Si les entreprises jouent le jeu en baissant leurs prix hors taxes, une telle hausse ne frappe que les produits importés. En revanche, la hausse de 7% à 10% va s’appliquer essentiellement à des produits locaux (restauration et travaux du logement), créant par conséquent une baisse notable du pouvoir d’achat, tout en favorisant le travail au noir.
Un objectif à cinq ans
À l’évidence, il n’est pas concevable d’appliquer brutalement et pleinement une mesure aussi révolutionnaire que la CSVA. Elle ne peut être affichée que comme un objectif à atteindre, dont la mise en oeuvre se ferait graduellement sur une durée de cinq ans. Cet étalement dans le temps permettrait de résoudre les principales difficultés : amortir les effets inflationnistes induits et convaincre nos partenaires d’appliquer le même système que nous.
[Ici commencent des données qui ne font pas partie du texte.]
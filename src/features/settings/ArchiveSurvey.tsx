import { Button } from "../../components/ui/Button.tsx";
import { Refusal } from "../../components/ui/Refusal.tsx";
import { Section } from "../../components/ui/Section.tsx";
import { showToast } from "../../components/ui/show-toast.tsx";
import { useArchive } from "./queries.ts";

interface ArchiveSurveyProps {
  readonly surveyId: string;
  readonly isArchived: boolean;
}

/** Puts a survey away, or takes it out again. */
export function ArchiveSurvey({ surveyId, isArchived }: ArchiveSurveyProps) {
  const archive = useArchive(surveyId);
  const press = () => {
    if (archive.isPending) return;
    archive.mutate(!isArchived, {
      onSuccess: () => showToast(isArchived ? "The survey is in work again." : "The survey is archived."),
    });
  };
  return (
    <Section
      title="Archive"
      lead={
        isArchived
          ? "This survey is archived: it can be read and takes nothing new."
          : "An archived survey can be read and takes nothing new. It can be taken out again."
      }
    >
      <div className="grid gap-3">
        {archive.isError && <Refusal error={archive.error} />}
        <div>
          <Button variant={isArchived ? "primary" : "quiet"} busy={archive.isPending} onClick={press}>
            {isArchived ? "Take out of the archive" : "Archive the survey"}
          </Button>
        </div>
      </div>
    </Section>
  );
}
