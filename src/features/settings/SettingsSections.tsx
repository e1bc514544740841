import { useMemo } from "react";
import { SENSITIVITIES, type SurveySettings } from "#shared/api/settings.ts";
import { Field } from "../../components/ui/Field.tsx";
import { RadioCards } from "../../components/ui/RadioCards.tsx";
import { Section } from "../../components/ui/Section.tsx";
import { Select } from "../../components/ui/Select.tsx";
import { TextArea } from "../../components/ui/TextArea.tsx";
import { TextInput } from "../../components/ui/TextInput.tsx";
import { timeZones } from "../../components/ui/time-zones.ts";
import {
  COUNTS,
  fieldText,
  type FieldErrors,
  isSensitivity,
  SENSITIVITY_TEXTS,
  type SettingsFields,
  zoneText,
} from "./settings-form.ts";

interface SettingsSectionsProps {
  readonly settings: SurveySettings;
  readonly fields: SettingsFields;
  readonly errors: FieldErrors;
  readonly onSet: (name: string, text: string) => void;
}

/** Everything that a planner sets for a survey, by what it is about. */
export function SettingsSections(props: SettingsSectionsProps) {
  const { settings, fields, errors } = props;
  const bind = binder(props);
  return (
    <>
      <Section title="Name">
        <Field label="Name of the survey" help="The place is usually best: “Pellimere Fen”." error={errors["name"]}>
          <TextInput {...bind("name")} autoComplete="off" maxLength={200} />
        </Field>
      </Section>
      <PlaceInTime {...props} />
      {settings.targets.map(({ id, plural }) => (
        <Target
          key={id}
          id={id}
          title={settings.targets.length > 1 ? `What is counted: ${plural}` : "What is counted"}
          {...props}
        />
      ))}
      <Section title="How sure">
        <Field
          label="Confidence level"
          help="Of all surveys that are drawn like this one, so many have limits that hold the true number. 95 % is usual."
          error={errors["level"]}
        >
          <TextInput {...bind("level")} unit="%" inputMode="decimal" autoComplete="off" maxLength={10} />
        </Field>
      </Section>
      <Section
        title="Sensitivity"
        lead="How much harm could be done with the places. It tells everybody in the survey what to pass on; it hides nothing by itself."
      >
        <RadioCards
          legend="Sensitivity"
          hideLegend
          value={isSensitivity(fieldText(fields, "sensitivity")) ? fieldText(fields, "sensitivity") : null}
          onChange={(step) => props.onSet("sensitivity", step)}
          options={SENSITIVITIES.map((value) => ({ value, ...SENSITIVITY_TEXTS[value] }))}
        />
      </Section>
      <Section
        title="Safety notes"
        lead="They stand on the Field page, before the usual cautions: leave word where you go and when you call in, go in twos where nobody hears you, turn back from tides, cliffs, weather and weapons. Local rules and qualified people have the last word, over these notes too."
      >
        <Field label="What people must know before they go out" aside="may stay empty" error={errors["safetyNotes"]}>
          <TextArea {...bind("safetyNotes")} rows={4} maxLength={4000} />
        </Field>
      </Section>
    </>
  );
}

function PlaceInTime(props: SettingsSectionsProps) {
  const { fields, errors } = props;
  const bind = binder(props);
  const zone = fieldText(fields, "timeZone");
  const zones = useMemo(() => timeZones(zone), [zone]);
  return (
    <Section title="Place in time">
      <div className="grid gap-5">
        <Field label="Season" help="Often the year." error={errors["season"]}>
          <TextInput {...bind("season")} autoComplete="off" maxLength={200} />
        </Field>
        <div className="grid gap-5 md:grid-cols-2">
          <Field label="First day" aside="may stay empty" error={errors["startsOn"]}>
            <TextInput {...bind("startsOn")} type="date" />
          </Field>
          <Field label="Last day" aside="may stay empty" error={errors["endsOn"]}>
            <TextInput {...bind("endsOn")} type="date" />
          </Field>
        </div>
        <Field
          label="Time zone of the place"
          help="Days and times are those of the people there."
          error={errors["timeZone"]}
        >
          <Select {...bind("timeZone")} options={zones.map((value) => ({ value, label: zoneText(value) }))} />
        </Field>
      </div>
    </Section>
  );
}

function Target({ id, title, ...props }: SettingsSectionsProps & { readonly id: string; readonly title: string }) {
  const { errors } = props;
  const bind = binder(props);
  return (
    <Section title={title}>
      <div className="grid gap-5">
        <div className="grid gap-5 md:grid-cols-2">
          <Field label="One of what is counted" error={errors[`${id} singular`]}>
            <TextInput {...bind(`${id} singular`)} autoComplete="off" autoCapitalize="none" maxLength={200} />
          </Field>
          <Field label="Several of them" error={errors[`${id} plural`]}>
            <TextInput {...bind(`${id} plural`)} autoComplete="off" autoCapitalize="none" maxLength={200} />
          </Field>
        </div>
        <Field
          label="Counting rule"
          aside="may stay empty"
          help="What is one, and what is not: “A spike counts when its base is inside the cell; broken ones count, last year’s do not.” It stands on every sheet."
          error={errors[`${id} rule`]}
        >
          <TextArea {...bind(`${id} rule`)} rows={3} maxLength={4000} />
        </Field>
        <Field
          label="A count is"
          help="Measured counts can become whole ones once no count in force has decimals."
          error={errors[`${id} counts`]}
        >
          <Select
            {...bind(`${id} counts`)}
            options={[
              { value: "whole", label: COUNTS.whole },
              { value: "measured", label: COUNTS.measured },
            ]}
          />
        </Field>
      </div>
    </Section>
  );
}

/** Ties a control to the field of this name. */
function binder({ fields, onSet }: SettingsSectionsProps) {
  return (name: string) => ({
    value: fieldText(fields, name),
    onChange: (event: { readonly target: { readonly value: string } }) => onSet(name, event.target.value),
  });
}
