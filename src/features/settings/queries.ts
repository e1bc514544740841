import { queryOptions, useMutation, useQuery, useQueryClient } from "@tanstack/react-query";
import type * as z from "zod/mini";
import {
  archiveSurvey,
  changeSettings,
  copySurvey,
  deleteSurvey,
  readSettings,
  type SurveySettings,
  unarchiveSurvey,
} from "#shared/api/settings.ts";
import { call, callVersioned } from "../../api/call.ts";
import { surveyKey, surveysKey } from "../../api/keys.ts";

function settingsQuery(surveyId: string) {
  return queryOptions({
    queryKey: surveyKey(surveyId, "settings"),
    queryFn: ({ signal }) => callVersioned(readSettings, { params: { surveyId }, signal }),
  });
}

export function useSettings(surveyId: string) {
  return useQuery(settingsQuery(surveyId));
}

interface Change {
  readonly settings: SurveySettings;
  /** The version that was seen when the writing began. */
  readonly version: string;
}

export function useChangeSettings(surveyId: string) {
  const queries = useQueryClient();
  return useMutation({
    meta: { keeps: true },
    mutationFn: ({ settings, version }: Change) =>
      callVersioned(changeSettings, { params: { surveyId }, body: settings, version }),
    onSuccess: (kept) => {
      queries.setQueryData(settingsQuery(surveyId).queryKey, kept);
      void queries.invalidateQueries({ queryKey: surveyKey(surveyId) });
      void queries.invalidateQueries({ queryKey: surveysKey });
    },
  });
}

/** Into the archive (true) or out of it. */
export function useArchive(surveyId: string) {
  const queries = useQueryClient();
  return useMutation({
    meta: { keeps: true },
    mutationFn: (archive: boolean) => call(archive ? archiveSurvey : unarchiveSurvey, { params: { surveyId } }),
    onSuccess: async () => {
      void queries.invalidateQueries({ queryKey: surveysKey });
      await queries.invalidateQueries({ queryKey: surveyKey(surveyId) });
    },
  });
}

export function useCopySurvey(surveyId: string) {
  const queries = useQueryClient();
  return useMutation({
    mutationFn: (body: z.input<typeof copySurvey.body>) => call(copySurvey, { params: { surveyId }, body }),
    onSuccess: (made) => {
      queries.setQueryData(surveyKey(made.id), made);
      void queries.invalidateQueries({ queryKey: surveysKey });
    },
  });
}

export function useDeleteSurvey(surveyId: string) {
  const queries = useQueryClient();
  return useMutation({
    mutationFn: (name: string) => call(deleteSurvey, { params: { surveyId }, body: { name } }),
    onSuccess: () => queries.invalidateQueries({ queryKey: surveysKey }),
  });
}
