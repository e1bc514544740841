import { useState, type SyntheticEvent } from "react";
import { changeSettings, type SurveySettings } from "#shared/api/settings.ts";
import { type Versioned, versionNow } from "../../api/call.ts";
import { Button } from "../../components/ui/Button.tsx";
import { Refusal } from "../../components/ui/Refusal.tsx";
import { showToast } from "../../components/ui/show-toast.tsx";
import { TwoVersions } from "../../components/ui/TwoVersions.tsx";
import { focusFirstInvalid } from "../../components/ui/focus-first-invalid.ts";
import { useChangeSettings } from "./queries.ts";
import {
  comparedFields,
  errorsOf,
  fieldsOf,
  type FieldErrors,
  type SettingsFields,
  settingsOf,
} from "./settings-form.ts";
import { SettingsSections } from "./SettingsSections.tsx";

interface SettingsFormProps {
  readonly surveyId: string;
  /** What stands on the server, as it was last read. */
  readonly latest: Versioned<SurveySettings>;
}

const isSame = (one: SettingsFields, other: SettingsFields) =>
  Object.keys({ ...one, ...other }).every((key) => one[key] === other[key]);

/** What is typed, what it was typed over, and sending it on that version. */
function useSettingsForm({ surveyId, latest }: SettingsFormProps) {
  const [seen, setSeen] = useState(latest);
  const [fields, setFields] = useState(() => fieldsOf(latest.value));
  const [errors, setErrors] = useState<FieldErrors>({});
  const change = useChangeSettings(surveyId);
  const isClean = isSame(fields, fieldsOf(seen.value));
  // Nothing is typed: what somebody else kept meanwhile is simply shown.
  if (isClean && latest.version !== seen.version && !change.isPending) {
    setSeen(latest);
    setFields(fieldsOf(latest.value));
  }
  const send = (wanted: SettingsFields, over: Versioned<SurveySettings>): boolean => {
    const found = errorsOf(wanted, over.value);
    setErrors(found);
    if (Object.keys(found).length > 0) return false;
    if (change.isPending) return true;
    change.mutate(
      { settings: settingsOf(wanted, over.value), version: over.version },
      {
        onSuccess: (kept) => {
          setSeen(kept);
          setFields(fieldsOf(kept.value));
          showToast("The settings are kept.");
        },
      },
    );
    return true;
  };
  return {
    fields,
    errors,
    seen,
    isClean,
    isPending: change.isPending,
    error: change.error,
    theirs: change.isError ? versionNow(changeSettings, change.error) : null,
    set: (name: string, text: string) => setFields((before) => ({ ...before, [name]: text })),
    keep: () => send(fields, seen),
    decide: (merged: SettingsFields, theirs: Versioned<SurveySettings>) => {
      setSeen(theirs);
      setFields(merged);
      change.reset();
      send(merged, theirs);
    },
  };
}

/** The settings to be changed; what two planners changed at once is shown side by side. */
export function SettingsForm(props: SettingsFormProps) {
  const form = useSettingsForm(props);
  const { theirs, seen } = form;
  if (theirs !== null) {
    return (
      <TwoVersions
        key={theirs.version}
        fields={comparedFields(seen.value)}
        what="These settings"
        action="Keep what is chosen"
        seen={fieldsOf(seen.value)}
        mine={form.fields}
        theirs={fieldsOf(theirs.value)}
        onDecide={(merged) => form.decide(merged, theirs)}
      />
    );
  }
  const submit = (event: SyntheticEvent<HTMLFormElement>) => {
    event.preventDefault();
    const sheet = event.currentTarget;
    if (!form.keep()) requestAnimationFrame(() => focusFirstInvalid(sheet));
  };
  return (
    <form className="grid max-w-140 gap-8" onSubmit={submit} noValidate>
      <SettingsSections settings={seen.value} fields={form.fields} errors={form.errors} onSet={form.set} />
      {form.error !== null && <Refusal error={form.error} />}
      <div>
        <Button type="submit" variant="primary" busy={form.isPending} busyLabel="Keeping…">
          Keep the settings
        </Button>
        <p className="q-help">
          {form.isClean
            ? "Nothing is changed yet."
            : "The record tells what stood before, what stands now, who and when."}
        </p>
      </div>
    </form>
  );
}
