def _row(scale: str | Fraction, *exponents: int, pi: int = 0, offset: str = "0") -> _Unit:
    """Make one row of the tables below; exponents of kg, m, s, K, rad, the last zeros left out."""
    dimension = Dimension(tuple(Fraction(e) for e in (*exponents, 0, 0, 0, 0, 0)[:5]))
    return _Unit(Fraction(scale), dimension, pi, Fraction(offset))


_POUND, _INCH, _ONE = Fraction("0.45359237"), Fraction("0.0254"), _row("1")
_POUND_FORCE = _POUND * Fraction("9.80665")
_PREFIXED = {
    "m": _row("1", 0, 1),
    "g": _row("0.001", 1),
    "s": _row("1", 0, 0, 1),
    "K": _row("1", 0, 0, 0, 1),
    "rad": _row("1", 0, 0, 0, 0, 1),
    "Hz": _row("2", 0, 0, -1, 0, 1, pi=1),
    "N": _row("1", 1, 1, -2),
    "Nm": _row("1", 1, 2, -2),
    "Pa": _row("1", 1, -1, -2),
    "J": _row("1", 1, 2, -2),
    "W": _row("1", 1, 2, -3),
}
_UNPREFIXED = {
    "min": _row("60", 0, 0, 1),
    "h": _row("3600", 0, 0, 1),
    "d": _row("86400", 0, 0, 1),
    "deg": _row("1/180", 0, 0, 0, 0, 1, pi=1),
    "rev": _row("2", 0, 0, 0, 0, 1, pi=1),
    "rpm": _row("1/30", 0, 0, -1, 0, 1, pi=1),
    "cpm": _row("1/30", 0, 0, -1, 0, 1, pi=1),
    "in": _row(_INCH, 0, 1),
    "ft": _row(12 * _INCH, 0, 1),
    "lb": _row(_POUND, 1),
    "lbf": _row(_POUND_FORCE, 1, 1, -2),
    "psi": _row(_POUND_FORCE / _INCH**2, 1, -1, -2),
    "degC": _row("1", 0, 0, 0, 1, offset="273.15"),
    "%": _row("0.01"),
    "ppm": _row("1e-6"),
}
_PREFIXES = {
    **dict(zip("QRYZEPTGMk", range(30, 0, -3), strict=True)),
    **{"h": 2, "da": 1, "": 0, "d": -1, "c": -2, "u": -6},
    **dict(zip("mµnpfazyrq", range(-3, -33, -3), strict=True)),
}
_UNITS = {
    prefix + symbol: replace(unit, scale=unit.scale * Fraction(10) ** power)
    for prefix, power in _PREFIXES.items()
    for symbol, unit in _PREFIXED.items()
} | _UNPREFIXED
_OTHER_SPELLINGS = {
    **{"°": "deg", "°C": "degC", "C": "degC", "sec": "s", "hr": "h"},
    **{"inch": "in", "foot": "ft", "feet": "ft", "lbs": "lb"},
}


def _read_unit(text: str, expected: str, whole: str) -> _Unit:
    """Return the unit that `text` stands for; `whole` is what messages quote."""

    def fail(hint: str) -> NoReturn:
        raise QuantityError(expected, whole, hint)

    plain = SUPERSCRIPTS.sub(lambda run: "^" + run[0].translate(ORDINARY), text)
    unit, powers = _ONE, Reader(plain, UNIT_TOKEN, fail).read().powers
    for symbol, power in powers:
        if symbol not in _UNITS:
            found = f"the unknown unit {_shown(symbol)} in {whole}"
            raise QuantityError(expected, found, _near_units(symbol))
        if power.denominator != 1:
            fail("units have whole powers")
        unit = unit * _UNITS[symbol] ** int(power)
    # An offset counts where its unit stands alone: 5 degC is a temperature, 5 N/degC are 5 N/K.
    return _UNITS[powers[0][0]] if len(powers) == 1 and powers[0][1] == 1 else unit


def _si_unit(text: str) -> _Unit:
    """Return a unit of our own writing; "1" is that of pure numbers."""
    return _ONE if text == "1" else _read_unit(text, "a unit", text)


def _near_units(symbol: str) -> str:
    """Hint at what may have been meant: another spelling or case, a missing space, a slip."""
    usual = [prefix for prefix, power in _PREFIXES.items() if abs(power) <= 9 and prefix != "u"]
    known = [prefix + name for prefix in usual for name in _PREFIXED] + [*_UNPREFIXED]
    cuts = ((symbol[:i], symbol[i:]) for i in range(1, len(symbol)))
    near = (
        [other for spelling, other in _OTHER_SPELLINGS.items() if spelling == symbol]
        or [name for name in known if name.casefold() == symbol.casefold()]
        or [f"{a} {b}" for a, b in cuts if a in _UNITS and b in _UNITS]
        or difflib.get_close_matches(symbol[:20], known, n=2)
    )
    return _did_you_mean(near)
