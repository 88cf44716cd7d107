"""Every rule of the study file has its own check, and its message says where, what was expected and what was found.

One row changes the text that holds one of each kind: what is replaced, by what, and one line of the message, where …
stands for anything. What is refused follows the format of the study file; the wording is our own.
"""

import re

import pytest

from inverse.errors import StudyError
from inverse.study.reading import parse_study, read_study
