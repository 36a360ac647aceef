import { sql } from 'kysely'
import type { Work } from '../client'

export interface PrinterFields {
  readonly name: string
  readonly acrossMm: number
  readonly alongMm: number
  readonly measuredOn: string
}

export function findPrinters(db: Work, workroom: string) {
  return db
    .selectFrom('printer')
    .select(['id', 'name', 'acrossMm', 'alongMm', 'measuredOn'])
    .where('workroomId', '=', workroom)
    .where('archivedAt', 'is', null)
    .orderBy(sql`lower(name)`)
    .execute()
}

/** A printer of the same name is measured again, and is back if it was put away. */
export async function savePrinter(db: Work, workroom: string, fields: PrinterFields, account: string): Promise<string> {
  const { id } = await db
    .insertInto('printer')
    .values({ workroomId: workroom, ...fields, savedBy: account })
    .onConflict((conflict) =>
      conflict.expression(sql`workroom_id, lower(name)`).doUpdateSet({ ...fields, savedBy: account, archivedAt: null }),
    )
    .returning('id')
    .executeTakeFirstOrThrow()
  return id
}

export const archivePrinter = (db: Work, workroom: string, id: string, now: Date) =>
  db.updateTable('printer').set({ archivedAt: now }).where('workroomId', '=', workroom).where('id', '=', id).execute()
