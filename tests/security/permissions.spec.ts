import { randomUUID } from 'node:crypto'
import { beforeAll, describe, expect, inject, it } from 'vitest'
import pg from 'pg'
import { routeIds, routes, type ResourceKind, type Route, type RouteId } from '../../shared/schemas/routes'
import { roles } from '../../shared/schemas/session'
import { call, signIn } from '../api/caller'

const tables: Readonly<Record<ResourceKind, string>> = {
  client: 'client',
  wearer: 'wearer',
  measuring: 'measuring',
  cloth: 'cloth',
  test: 'stretch_test',
  garment: 'garment',
  version: 'version',
  printer: 'printer',
  stock: 'bone_stock',
}

/** Routes that end the session they are called with. */
const ending: ReadonlySet<RouteId> = new Set(['session.signOut', 'session.signOutEverywhere'])
const entryOf = (id: RouteId): Route => routes[id]
const mayNot = [401, 403, 404, 405, 500]

let own: Record<ResourceKind, string>
let foreign: Record<ResourceKind, string>
const cookies: Record<string, string> = {}

/** A cloth that the demo's cleared garment does not use: the routes below archive it and its test. */
const SPARE = `'VL-21'`

/** One row of each kind; of garments and versions the cleared one, which a maker may read. */
async function idsOf(client: pg.Client, workroom: string): Promise<Record<ResourceKind, string>> {
  const ids: Partial<Record<ResourceKind, string>> = {}
  await client.query('begin')
  await client.query(`select set_config('tenterframe.workroom', $1, true)`, [workroom])
  for (const [kind, table] of Object.entries(tables) as [ResourceKind, string][]) {
    const cleared = `exists (select from clearance join version v on v.id = clearance.version_id where ${kind === 'version' ? 'v.id' : 'v.garment_id'} = row.id)`
    const orders: Partial<Record<ResourceKind, string>> = {
      garment: `${cleared} desc`,
      version: `${cleared} desc`,
      cloth: `row.code = ${SPARE} desc`,
      test: `(select cloth.code = ${SPARE} from cloth where cloth.id = row.cloth_id) desc`,
    }
    const order = `order by ${orders[kind] ?? 'row.id'}`
    const { rows } = await client.query<{ id: string }>(`select row.id from ${table} row ${order} limit 1`)
    ids[kind] = rows[0]!.id
  }
  await client.query('commit')
  return ids as Record<ResourceKind, string>
}

beforeAll(async () => {
  const client = new pg.Client({ connectionString: inject('appUrl') })
  await client.connect()
  own = await idsOf(client, inject('first').workroom)
  foreign = await idsOf(client, inject('second').workroom)
  await client.end()
  for (const role of roles) cookies[role] = await signIn(role)
})

describe('who may, for every route, every role, own and foreign ids', () => {
  const guarded = routeIds.filter((id) => entryOf(id).access !== 'public')

  it.each(guarded)('%s: nobody without signing in, whatever the id', async (id) => {
    const { resource } = entryOf(id)
    for (const row of resource ? [own[resource], foreign[resource], randomUUID()] : [undefined]) {
      const answer = await call(id, row ? { id: row } : {})
      expect(answer.status).toBe(401)
      expect(answer.body.type).toBe('/problems/not-signed-in')
    }
  })

  const withId = guarded.filter((id) => entryOf(id).resource !== null)
  it.each(withId.flatMap((id) => roles.map((role) => [id, role] as const)))(
    '%s as %s: 404 and nothing else for another workroom',
    async (id, role) => {
      const resource = entryOf(id).resource!
      const answers = []
      for (const row of [foreign[resource], randomUUID(), 'not-an-id']) {
        const answer = await call(id, { id: row }, cookies[role])
        expect(answer.status).toBe(404)
        const { instance, ...rest } = answer.body
        expect(instance).toContain(row)
        answers.push(rest)
      }
      expect(answers[0]).toEqual({ type: '/problems/not-found', title: 'There is no such thing in this workroom.', status: 404 })
      expect(answers[1]).toEqual(answers[0])
      expect(answers[2]).toEqual(answers[0])
    },
  )

  it.each(guarded.flatMap((id) => roles.map((role) => [id, role] as const)))('%s as %s: as the table says', async (id, role) => {
    const { access, resource } = entryOf(id)
    const cookie = ending.has(id) ? await signIn(role) : cookies[role]!
    const answer = await call(id, resource ? { id: own[resource] } : {}, cookie)
    if (typeof access !== 'string' && !access.includes(role)) {
      expect(answer.status).toBe(403)
      expect(answer.body.type).toBe('/problems/not-allowed')
    } else {
      expect(mayNot).not.toContain(answer.status)
    }
    if (id === 'session.signOutEverywhere') cookies[role] = await signIn(role)
  })
})

describe('ids that come in a body', () => {
  it('starts no garment for another workroom’s wearer', async () => {
    const answer = await call('garments.create', { body: { code: 'X-1', name: 'Borrowed', wearerId: foreign.wearer } }, cookies.drafter)
    expect(answer.status).toBe(422)
    expect(answer.body.fields[0].path).toBe('wearerId')
  })

  it('takes neither measuring nor cloth of another workroom into a working copy', async () => {
    const copy = (await call('garments.workingCopy', { id: own.garment }, cookies.drafter)).body
    const measured = await call(
      'garments.saveWorkingCopy',
      { id: own.garment, body: { base: copy.revision, document: { ...copy.document, measuringId: foreign.measuring } } },
      cookies.drafter,
    )
    expect(measured.body.fields[0].path).toBe('document.measuringId')
    const plans = {
      ...copy.document.plans,
      front: copy.document.plans.front.map((layer: object) => ({ ...layer, clothId: foreign.cloth })),
    }
    const clothed = await call(
      'garments.saveWorkingCopy',
      { id: own.garment, body: { base: copy.revision, document: { ...copy.document, plans } } },
      cookies.drafter,
    )
    expect(clothed.body.problem.code).toBe('cloth-missing')
    expect(clothed.body.solution).toBeNull()
    expect(clothed.body.lastGood.revision).toBe(copy.revision)
    expect(JSON.stringify(clothed.body.input.cloths)).not.toContain(foreign.cloth)
    const back = await call(
      'garments.saveWorkingCopy',
      { id: own.garment, body: { base: clothed.body.revision, document: copy.document } },
      cookies.drafter,
    )
    expect(back.body.solution).not.toBeNull()
  })
})
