import { sql } from 'kysely'
import { json, type Work } from '../client'

export function findBoneStock(db: Work, workroom: string) {
  return db
    .selectFrom('boneStock')
    .select(['id', 'name', 'stock'])
    .where('workroomId', '=', workroom)
    .where('archivedAt', 'is', null)
    .orderBy(sql`lower(name)`)
    .execute()
}

/** A stock of the same name is changed, and is back if it was put away. */
export async function saveBoneStock(db: Work, workroom: string, name: string, stock: object, account: string): Promise<string> {
  const { id } = await db
    .insertInto('boneStock')
    .values({ workroomId: workroom, name, stock: json(stock), savedBy: account })
    .onConflict((conflict) =>
      conflict.expression(sql`workroom_id, lower(name)`).doUpdateSet({ name, stock: json(stock), savedBy: account, archivedAt: null }),
    )
    .returning('id')
    .executeTakeFirstOrThrow()
  return id
}

export const archiveBoneStock = (db: Work, workroom: string, id: string, now: Date) =>
  db.updateTable('boneStock').set({ archivedAt: now }).where('workroomId', '=', workroom).where('id', '=', id).execute()
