import { sql } from 'kysely'
import type { Work } from '../client'

export interface ClientFields {
  readonly name: string
  readonly email: string | null
  readonly phone: string | null
  readonly note: string | null
}

const columns = ['id', 'name', 'nameKey', 'email', 'phone', 'note', 'revision', 'archivedAt', 'updatedAt'] as const

/** Name as it is searched: small letters without accents. */
export const nameKey = (name: string): string => name.normalize('NFD').replace(/\p{M}/gu, '').toLowerCase().trim()

export function findClientById(db: Work, workroom: string, id: string) {
  return db.selectFrom('client').select(columns).where('workroomId', '=', workroom).where('id', '=', id).executeTakeFirst()
}

export function findClients(
  db: Work,
  workroom: string,
  filter: { readonly q: string; readonly archived: boolean; readonly after: readonly [string, string] | null; readonly limit: number },
) {
  let query = db
    .selectFrom('client')
    .select(columns)
    .select((eb) => [
      eb
        .selectFrom('wearer')
        .select((count) => count.fn.countAll<number>().as('count'))
        .whereRef('wearer.workroomId', '=', 'client.workroomId')
        .whereRef('wearer.clientId', '=', 'client.id')
        .as('wearers'),
      eb
        .selectFrom('garment')
        .innerJoin('wearer', (join) =>
          join.onRef('wearer.workroomId', '=', 'garment.workroomId').onRef('wearer.id', '=', 'garment.wearerId'),
        )
        .select((count) => count.fn.countAll<number>().as('count'))
        .whereRef('garment.workroomId', '=', 'client.workroomId')
        .whereRef('wearer.clientId', '=', 'client.id')
        .as('garments'),
    ])
    .where('client.workroomId', '=', workroom)
    .where('client.archivedAt', filter.archived ? 'is not' : 'is', null)
  const q = nameKey(filter.q)
  if (q) {
    query = query.where((eb) =>
      eb.or([
        eb.and([eb('nameKey', '>=', q), eb('nameKey', '<', `${q}\u{10FFFF}`)]),
        eb(sql<number>`position(${` ${q}`} in name_key)`, '>', 0),
      ]),
    )
  }
  if (filter.after) query = query.where(sql<boolean>`(name_key, id) > (${filter.after[0]}, ${filter.after[1]}::uuid)`)
  return query
    .orderBy('nameKey')
    .orderBy('id')
    .limit(filter.limit + 1)
    .execute()
}

export function insertClient(db: Work, workroom: string, fields: ClientFields, account: string, now: Date) {
  return db
    .insertInto('client')
    .values({ workroomId: workroom, ...fields, nameKey: nameKey(fields.name), createdAt: now, updatedAt: now, updatedBy: account })
    .returning(columns)
    .executeTakeFirstOrThrow()
}

export function updateClientAt(db: Work, workroom: string, id: string, base: number, fields: ClientFields, account: string, now: Date) {
  return db
    .updateTable('client')
    .set({ ...fields, nameKey: nameKey(fields.name), revision: base + 1, updatedAt: now, updatedBy: account })
    .where('workroomId', '=', workroom)
    .where('id', '=', id)
    .where('revision', '=', base)
    .returning(columns)
    .executeTakeFirst()
}

export function setClientArchived(db: Work, workroom: string, id: string, at: Date | null, account: string, now: Date) {
  return db
    .updateTable('client')
    .set((eb) => ({ archivedAt: at, revision: eb('revision', '+', 1), updatedAt: now, updatedBy: account }))
    .where('workroomId', '=', workroom)
    .where('id', '=', id)
    .returning(columns)
    .executeTakeFirst()
}
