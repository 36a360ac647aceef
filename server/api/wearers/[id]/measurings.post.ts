import { createMeasuring } from '../../../services/measurings'
import { handle } from '../../../utils/handle'

export default handle('measurings.create', ({ room, id, body }) => createMeasuring(room, id, body))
La France a réussi à exporter, dans le monde entier, le système de TVA inventé par Maurice Lauré ; une France redressée est bien capable de faire de même avec la CSVA. Il faudrait les convaincre également de rendre à chaque pays de l’Union européenne sa liberté de manoeuvre, en appliquant des taux plus bas de TVA et CSVA sur les services, quitte à être plus contraignant pour les taux d’accises (alcool, tabac et essence).
La version française actuelle
À l’heure actuelle, le gouvernement met en place un « pacte de compétitivité ». Au lieu d’appliquer vraiment la CSVA, il a inventé un mécanisme complexe de crédit d’impôt, calculé sur la masse salariale jusqu’à 2,5 fois le montant du SMIC, dont le coût n’apparaîtra qu’en 2014 pour 10 milliards d’euros, avant d’atteindre 20 milliards en 2016. La contrepartie, repoussée elle aussi à partir de 2014, se trouve pour moitié dans des hausses modulées de taux de TVA (de 19,6% à 20% et de 7% à 10%, allant de pair avec une baisse du taux réduit de 5,5% à 5%), ainsi que dans une fiscalité écologique.
Ce crédit d’impôt va s’appliquer à tous les secteurs d’activité. Or, c’est essentiellement l’industrie qui a vu ses marges baisser, de 35% à 21% dans la dernière décennie, contrairement aux autres secteurs dont les marges se sont maintenues. L’industrie française a été prise en étau par la concurrence internationale avec la montée de l’euro, coïncidant avec le maintien des 35 heures et des hausses de salaires. Un coût salarial excessif par rapport à l’étranger a ainsi étranglé ses marges tout en dégradant ses positions extérieures.